● **Data records**
pub(super) fn report_row(r: &Row<'_>) -> Result<ReportRow> {
    let flags: String = r.get(21)?;
    Ok(ReportRow {
        report_id: r.get(0)?,
        bundle_id: r.get(1)?,
        event_id: r.get(2)?,
        control_code: r.get(3)?,
        kind: r.get(4)?,
        supersedes: r.get(5)?,
        outcome: r.get(6)?,
        reason: r.get(7)?,
        cause: r.get(8)?,
        lat: r.get(9)?,
        lon: r.get(10)?,
        accuracy_m: r.get(11)?,
        position_source: r.get(12)?,
        distance_m: r.get(13)?,
        observed_at: r.get(14)?,
        recorded_at: r.get(15)?,
        received_at: r.get(16)?,
        area_ha: r.get(17)?,
        notes: r.get(18)?,
        team: r.get(19)?,
        evidence_ok: r.get::<_, i64>(20)? != 0,
        flags: flags_of(&flags),
        return_id: r.get(22)?,
    })
}

impl Reader<'_> {
    pub fn upload(&self, id: &str) -> Result<Option<UploadRecord>> {
        self.conn
            .query_row(
                &format!("SELECT {UPLOAD_COLS} FROM uploads WHERE id = ?1"),
                [id],
                upload_row,
            )
            .optional()
    }

    pub fn upload_by_sha(&self, bundle_id: &str, sha256: &str) -> Result<Option<UploadRecord>> {
        self.conn
            .query_row(
                &format!("SELECT {UPLOAD_COLS} FROM uploads WHERE bundle_id = ?1 AND sha256 = ?2"),
                [bundle_id, sha256],
                upload_row,
            )
            .optional()
    }

    /// What the open uploads hold: over the server, for `bundle_id`, and
    /// for `owner`.
    pub fn open_uploads(&self, bundle_id: &str, owner: &str) -> Result<OpenUploads> {
        self.conn.query_row(
            "SELECT COUNT(*), COALESCE(SUM(size), 0), COUNT(*) FILTER (WHERE bundle_id = ?1),
                COUNT(*) FILTER (WHERE owner = ?2), COALESCE(SUM(size) FILTER (WHERE owner = ?2), 0)
             FROM uploads WHERE state = 'open'",
            [bundle_id, owner],
            |r| {
                let n = |i| r.get::<_, i64>(i).map(|v| v.max(0) as u64);
                Ok(OpenUploads {
                    count: n(0)?,
                    bytes: n(1)?,
                    for_bundle: n(2)?,
                    for_owner: n(3)?,
                    owner_bytes: n(4)?,
                })
            },
        )
    }

    /// The receipt of return `id`.
    pub fn return_receipt(&self, id: i64) -> Result<Option<String>> {
        Ok(self
            .conn
            .query_row("SELECT receipt FROM returns WHERE id = ?1", [id], |r| {
                r.get(0)
            })
            .optional()?
            .flatten())
    }

    /// The id of the return with receipt `receipt`.
    pub fn return_by_receipt(&self, receipt: &str) -> Result<Option<i64>> {
        self.conn
            .query_row(
                "SELECT id FROM returns WHERE receipt = ?1",
                [receipt],
                |r| r.get(0),
            )
            .optional()
    }

    /// Ids of every upload (open or not), for cleaning up their files.
    pub fn upload_ids(&self) -> Result<Vec<(String, String)>> {
        let mut st = self.conn.prepare("SELECT id, state FROM uploads")?;
        let v = st
            .query_map([], |r| Ok((r.get(0)?, r.get(1)?)))?
            .collect::<Result<Vec<_>>>()?;
        Ok(v)
    }

    pub fn return_by_sha(&self, sha256: &str) -> Result<Option<ReturnRecord>> {
        self.return_where("sha256 = ?1", &sha256)
    }

    pub fn return_by_id(&self, id: i64) -> Result<Option<ReturnRecord>> {
        self.return_where("id = ?1", &id)
    }

    fn return_where(&self, cond: &str, arg: &dyn rusqlite::ToSql) -> Result<Option<ReturnRecord>> {
        self
            .conn
            .query_row(
                &format!(
                    "SELECT id, bundle_id, sha256, size, team, received_at, path FROM returns WHERE {cond}"
                ),
                [arg],
                |r| {
                    Ok(ReturnRecord {
                        id: r.get(0)?,
                        bundle_id: r.get(1)?,
                        sha256: r.get(2)?,
                        size: r.get::<_, i64>(3)?.max(0) as u64,
                        team: r.get(4)?,
                        received_at: r.get(5)?,
                        path: r.get(6)?,
                    })
                },
            )
            .optional()
    }

    pub fn return_results(&self, return_id: i64) -> Result<Vec<ResultRow>> {
        let mut st = self.conn.prepare_cached(
            "SELECT report_id, status, reason, flags FROM report_results WHERE return_id = ?1 ORDER BY item_index",
        )?;
        let v = st
            .query_map([return_id], |r| {
                let flags: String = r.get(3)?;
                Ok(ResultRow {
                    report_id: r.get(0)?,
                    status: r.get(1)?,
                    reason: r.get(2)?,
                    flags: flags_of(&flags),
                })
            })?
            .collect::<Result<Vec<_>>>()?;
        Ok(v)
    }

    /// The body fingerprint and flags of a stored report, if it exists.
    pub fn report_fingerprint(&self, report_id: &str) -> Result<Option<(String, Vec<String>)>> {
        self.conn
            .query_row(
                "SELECT body_sha256, flags FROM reports WHERE report_id = ?1",
                [report_id],
                |r| Ok((r.get::<_, String>(0)?, flags_of(&r.get::<_, String>(1)?))),
            )
            .optional()
    }

    pub fn report(&self, report_id: &str) -> Result<Option<ReportRow>> {
        self.conn
            .query_row(
                &format!("SELECT {REPORT_COLS} FROM reports WHERE report_id = ?1"),
                [report_id],
                report_row,
            )
            .optional()
    }

    /// Every stored report, by report id (the facts statistics are built from).
    pub fn report_facts(&self) -> Result<Vec<ReportRow>> {
        let mut st = self.conn.prepare(&format!(
            "SELECT {REPORT_COLS} FROM reports ORDER BY report_id"
        ))?;
        let v = st.query_map([], report_row)?.collect::<Result<Vec<_>>>()?;
        Ok(v)
    }

    /// Stored reports about `event_id` or any event merged into it.
    pub fn event_reports(&self, event_id: i64) -> Result<Vec<ReportRow>> {
        let mut st = self.conn.prepare(&format!(
            "WITH RECURSIVE fam(id) AS (SELECT CAST(?1 AS BIGINT) UNION SELECT e.id FROM events e JOIN fam ON e.merged_into = fam.id)
             SELECT {REPORT_COLS} FROM reports WHERE event_id IN (SELECT id FROM fam)
             ORDER BY observed_at, report_id"
        ))?;
        let v = st
            .query_map([event_id], report_row)?
            .collect::<Result<Vec<_>>>()?;
        Ok(v)
    }

    pub fn photo(&self, sha256: &str) -> Result<Option<PhotoRow>> {
        self.conn
            .query_row(
                "SELECT sha256, width, height, taken_at, lat, lon, direction_deg, bytes, stored_at,
                    data_matches_header
                 FROM photos WHERE sha256 = ?1",
                [sha256],
                |r| {
                    Ok(PhotoRow {
                        sha256: r.get(0)?,
                        width: r.get(1)?,
                        height: r.get(2)?,
                        taken_at: r.get(3)?,
                        lat: r.get(4)?,
                        lon: r.get(5)?,
                        direction_deg: r.get(6)?,
                        bytes: r.get::<_, i64>(7)?.max(0) as u64,
                        stored_at: r.get(8)?,
                        data_matches_header: r.get(9)?,
                    })
                },
            )
            .optional()
    }

    /// `PRAGMA integrity_check` (`"ok"` when the file is sound).
    /// PostgreSQL has no such check of its own: `"ok"`.
    pub fn integrity_check(&self) -> Result<String> {
        if self.conn.dialect() == super::engine::Dialect::Postgres {
            return Ok("ok".into());
        }
        self.conn
            .query_row("PRAGMA integrity_check", [], |r| r.get(0))
    }

    /// SHA-256 of every stored photo.
    pub fn photo_shas(&self) -> Result<Vec<String>> {
        let mut st = self.conn.prepare("SELECT sha256 FROM photos")?;
        let v = st
            .query_map([], |r| r.get(0))?
            .collect::<Result<Vec<String>>>()?;
        Ok(v)
    }

    /// Reports (other than `report_id`) that already hold photo `sha256`.
    /// Whether a photo is stored under a report other than `report_id`,
    /// the report it supersedes, and the reports that supersede it.
    pub fn photo_used_by_other(
        &self,
        sha256: &str,
        report_id: &str,
        supersedes: &str,
    ) -> Result<bool> {
        Ok(self.conn.query_row(
            "SELECT EXISTS (SELECT 1 FROM report_photos rp WHERE rp.sha256 = ?1 AND rp.report_id <> ?2
                AND rp.report_id <> ?3
                AND rp.report_id NOT IN (SELECT report_id FROM reports WHERE supersedes = ?2))",
            [sha256, report_id, supersedes],
            |r| r.get::<_, i64>(0),
        )? != 0)
    }

    pub fn report_photos(&self, report_id: &str) -> Result<Vec<ReportPhotoRow>> {
        let mut st = self.conn.prepare_cached(
            "SELECT sha256, original_name FROM report_photos WHERE report_id = ?1 ORDER BY position",
        )?;
        let v = st
            .query_map([report_id], |r| {
                Ok(ReportPhotoRow {
                    sha256: r.get(0)?,
                    original_name: r.get(1)?,
                })
            })?
            .collect::<Result<Vec<_>>>()?;
        Ok(v)
    }

    pub fn photo_checks(&self, report_id: &str) -> Result<Vec<PhotoCheckRow>> {
        let mut st = self.conn.prepare_cached(
            "SELECT report_id, sha256, distance_m, after_detection, inside_window, reused_elsewhere
             FROM photo_checks WHERE report_id = ?1 ORDER BY sha256",
        )?;
        let v = st
            .query_map([report_id], |r| {
                Ok(PhotoCheckRow {
                    report_id: r.get(0)?,
                    sha256: r.get(1)?,
                    distance_m: r.get(2)?,
                    after_detection: r.get(3)?,
                    inside_window: r.get(4)?,
                    reused_elsewhere: r.get(5)?,
                })
            })?
            .collect::<Result<Vec<_>>>()?;
        Ok(v)
    }
}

● **What you need to do**
Work out how many lines in the material above hold the word "String"; answer with the number only.

● **Written reply**
9